The Los Angeles Auto Show, held after Thanksgiving, is a likely landing spot for Mazda Team Joest to reveal, officially, its revised “Evo” version of the Mazda RT24-P and its driver lineup for the 2018 season. While most of the Prototype class lineups (DPi and LMP2-spec cars) have been revealed, Mazda’s has been an exception. In the interim, not long after its Daytona test late last month, they’ve also been testing at Sebring.

FROM SPACE CENTER TO DOWN UNDER

Jordan Taylor undertook testing of a different kind not long ago at, of all places, the Kennedy Space Center. One of this year’s Prototype class champions was undertaking a straight line test in his No. 10 Konica Minolta Cadillac DPi-V.R. Taylor being Taylor, the moment couldn’t pass without him winning at social media (see third tweet).

Taylor goes from down a long runway to down under, visiting his first Virgin Australia Supercars Championship race this weekend at its season finale in Newcastle.

‘MAKING OF A CHAMPION’ PIECES ROLL OUT

The fourth installment of IMSA’s “making of a champion” series highlights Jordan Taylor, who co-drove with brother Ricky to the Prototype class championship this year. These two are part of four done by IMSA so far, along with Pato O’Ward (PC) and Christina Nielsen (GTD). More should follow in the coming weeks.

SPEAKING OF CHAMPS, HINDMAN, AGOSTINI, PRESTIGE WIN LAMBORGHINI WORLD FINAL

The Lamborghini Super Trofeo World Final was held last weekend at the Imola circuit in Italy and the American Prestige Performance team won the World Final overall, with co-drivers Trent Hindman and Riccardo Agostini.
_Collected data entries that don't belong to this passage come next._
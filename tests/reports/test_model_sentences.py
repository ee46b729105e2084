"""What the model says in sentences: numbers read from the model and its stored fit summary."""

from __future__ import annotations

import pytest

from caseview.followup.wording import duration_words, frequency_words
from caseview.reports.model_sentences import model_sentences, time_in_stage


def test_stays_come_from_the_rates_when_not_fitted(demo_model):
    rows = time_in_stage(demo_model, None)
    q = demo_model.generator()
    stable = demo_model.stage_index("Stable")
    # mean holding time of a continuous-time Markov chain = 1 / total rate out (exponential sojourn;
    # Norris, Markov Chains, 1997, section 2.6)
    assert rows[stable].mean == pytest.approx(-1 / q[stable, stable])
    assert rows[stable].lower is None
    stays = model_sentences(demo_model)["stays"]
    assert stays[stable].startswith(f"People typically stay Stable for about {duration_words(rows[stable].mean)}")
    final = demo_model.stage_index("Moved to residential care")
    assert stays[final] == "Moved to residential care is a final stage in the model: people do not leave it."


def test_fitted_interval_is_shown_in_the_estimates_unit(demo_model):
    from hmm.fitting import FitSummary
    from hmm.fitting.uncertainty import ParameterEstimate

    def mean_time(stage, estimate, lower, upper):
        return ParameterEstimate(f"mean time in {stage} (days)", "mean_time_in_stage", estimate, None, lower, upper,
                                 False, "wald", stage=stage)

    # the stored JSON form (FitSummary.to_dict), read back as every reader does
    stored = FitSummary(-100.0, -100.0, False, 5, 50, 400, 210.0, 220.0, 20, 40, True,
                        mean_time_in_stage=(mean_time("Stable", 548.0, 365.0, 761.0),
                                            mean_time("Slipping", 120.0, 1.0, 90000.0))).to_dict()
    assert [row["informative"] for row in stored["mean_time_in_stage"]] == [True, False]
    stays = model_sentences(demo_model, stored)["stays"]
    assert stays[0].startswith("People typically stay Stable for about 18 months (12 to 25), then move to Slipping")
    assert stays[1].startswith("People typically stay Slipping for about 4 months,")  # no useless interval


def test_observation_sentence_gives_one_in_n(demo_model):
    sentences = model_sentences(demo_model)["observations"]
    concern = next(c for c in demo_model.channels if c.name == "concern")
    p = concern.probabilities[demo_model.stage_index("Stable"), -1]
    text = next(s for s in sentences if s.startswith("Concern"))
    assert f"recorded as ‘{concern.categories[-1]}’: {frequency_words(p)} contacts when Stable" in text


def test_effects_in_words(demo_model):
    effects = model_sentences(demo_model)["effects"]
    assert any(s.startswith("With lives alone, moves from Stable to Slipping happen about") for s in effects)
    assert all("times as often" in s or "less often" in s or "about as often" in s for s in effects)
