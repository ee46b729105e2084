"""The report's model summary reads the fit summary the fit actually stores (built by fitting, never by hand)."""

from __future__ import annotations

import json
import sys
from pathlib import Path

import numpy as np
import pytest

sys.path.insert(0, str(Path(__file__).resolve().parents[1] / "fitting"))

from fitting_helpers import simulate, three_stage_model  # noqa: E402


@pytest.fixture(scope="module")
def fitted_version():
    from caseview.modelfile import dump_model
    from caseview.storage.workspace import ModelVersion
    from hmm.fitting import fit_model

    model = three_stage_model()
    timelines = simulate(model, np.random.default_rng(20261203), n_cases=200, n_contacts=8).timelines
    result = fit_model(model, timelines, starts=1, intervals="wald")
    stored = json.loads(json.dumps(result.to_summary().to_dict(), allow_nan=False))   # as the workspace keeps it
    return result, ModelVersion(7, "2026-12-03T09:00:00Z", "fitted", dump_model(result.model), stored, True)


def test_report_shows_the_fitted_intervals_for_time_in_stage(fitted_version):
    from caseview.reports.model_summary import summarise_model

    result, version = fitted_version
    summary = summarise_model(result.model, version)
    by_stage = {row.stage: row for row in summary.time_in_stage}
    fitted = {e.stage: e for e in result.mean_time_in_stage}
    for stage in ("Well", "Unwell"):
        assert by_stage[stage].mean == pytest.approx(fitted[stage].estimate)
        assert by_stage[stage].lower == pytest.approx(fitted[stage].lower)
        assert by_stage[stage].upper == pytest.approx(fitted[stage].upper)
    assert by_stage["Gone"].mean is None          # absorbing
    assert "Wald" in summary.time_in_stage_source and "fitted to this caseload" in summary.time_in_stage_source
    labels = dict(summary.statistics)
    assert labels["cases"] == "200" and labels["converged"] == "yes"


def test_window_sentences_and_report_read_time_in_stage_alike(fitted_version):
    """One reader (FitSummary.from_dict): the stored JSON and the FitSummary itself give the report's rows."""
    from caseview.reports.model_sentences import time_in_stage
    from caseview.reports.model_summary import summarise_model

    result, version = fitted_version
    report = [(r.stage, r.mean, r.lower, r.upper) for r in summarise_model(result.model, version).time_in_stage]
    for given in (version.fit_summary, result.to_summary()):
        rows = [(r.stage, r.mean, r.lower, r.upper) for r in time_in_stage(result.model, given)]
        assert rows == report


def test_unscheduled_rates_read_from_a_fit_summary_object_or_its_json(fitted_version):
    from caseview.reports.model_summary import unscheduled_contacts_per_year

    result, version = fitted_version
    assert unscheduled_contacts_per_year(result.model, version.fit_summary) == \
        unscheduled_contacts_per_year(result.model, result.to_summary())
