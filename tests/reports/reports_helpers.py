"""Helpers and constants for report tests (imported by the tests and conftest.py)."""

from __future__ import annotations

import datetime as dt

AS_OF = dt.date(2026, 11, 30)
SINCE = dt.date(2026, 9, 30)
#: Coordinator codes that look like spreadsheet formulas (escaping must keep them inert).
FORMULA_COORDINATORS = ("=HYPERLINK(\"http://example.invalid\")", "+C5", "-C6", "@SUM(A1)")


def pdf_page_texts(path) -> list:
    from pypdf import PdfReader

    return [page.extract_text() or "" for page in PdfReader(str(path)).pages]


def squash(text: str) -> str:
    """Collapse white space (PDF text extraction breaks lines where the layout wrapped them)."""
    return " ".join(str(text).split())


def date_spellings(day: int) -> list:
    """Common ways to write a calendar date (ISO 8601, day-first, month-first, spelled month)."""
    d = dt.date(1970, 1, 1) + dt.timedelta(days=int(day))
    return [d.isoformat(), d.strftime("%d/%m/%Y"), d.strftime("%m/%d/%Y"), d.strftime("%Y/%m/%d"),
            d.strftime("%d.%m.%Y"), f"{d.day} {d.strftime('%b')} {d.year}", f"{d.strftime('%b')} {d.day}, {d.year}",
            d.strftime("%Y%m%d")]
The World Final brings together teams from North America, Europe and Asia that campaign the spec Lamborghini Huracán LP 620-2 in Super Trofeo regional competition. Hindman and Agostini got the weekend off on the right foot by winning the North American championship first, then followed it up at the World Final itself to topple all other domestic and international entries.

You might remember we profiled Hindman last month, as the 22-year-old’s star in the sports car world is clearly on the rise.

Somehow, someway, at the end of the day today we received the title 2017 Lamborghini Super Trofeo World Champions. Race 2 was not perfect and much more nerve racking than we would have hoped but fortunately in the end the job was done. I am honored to be sharing this with @rickyagostini as well as the entire @prestigeperfctr @waynetaylorracing team and I thank them for their incredible effort all year. With this result, we are the first ever American team to win the Lamborghini Super Trofeo World Championship overall. 3/4 overall wins along with the Super Trofeo North America and World titles marks the end of a successful 2017 campaign. Back to reality tomorrow. Thank you all for following us along on this incredible journey.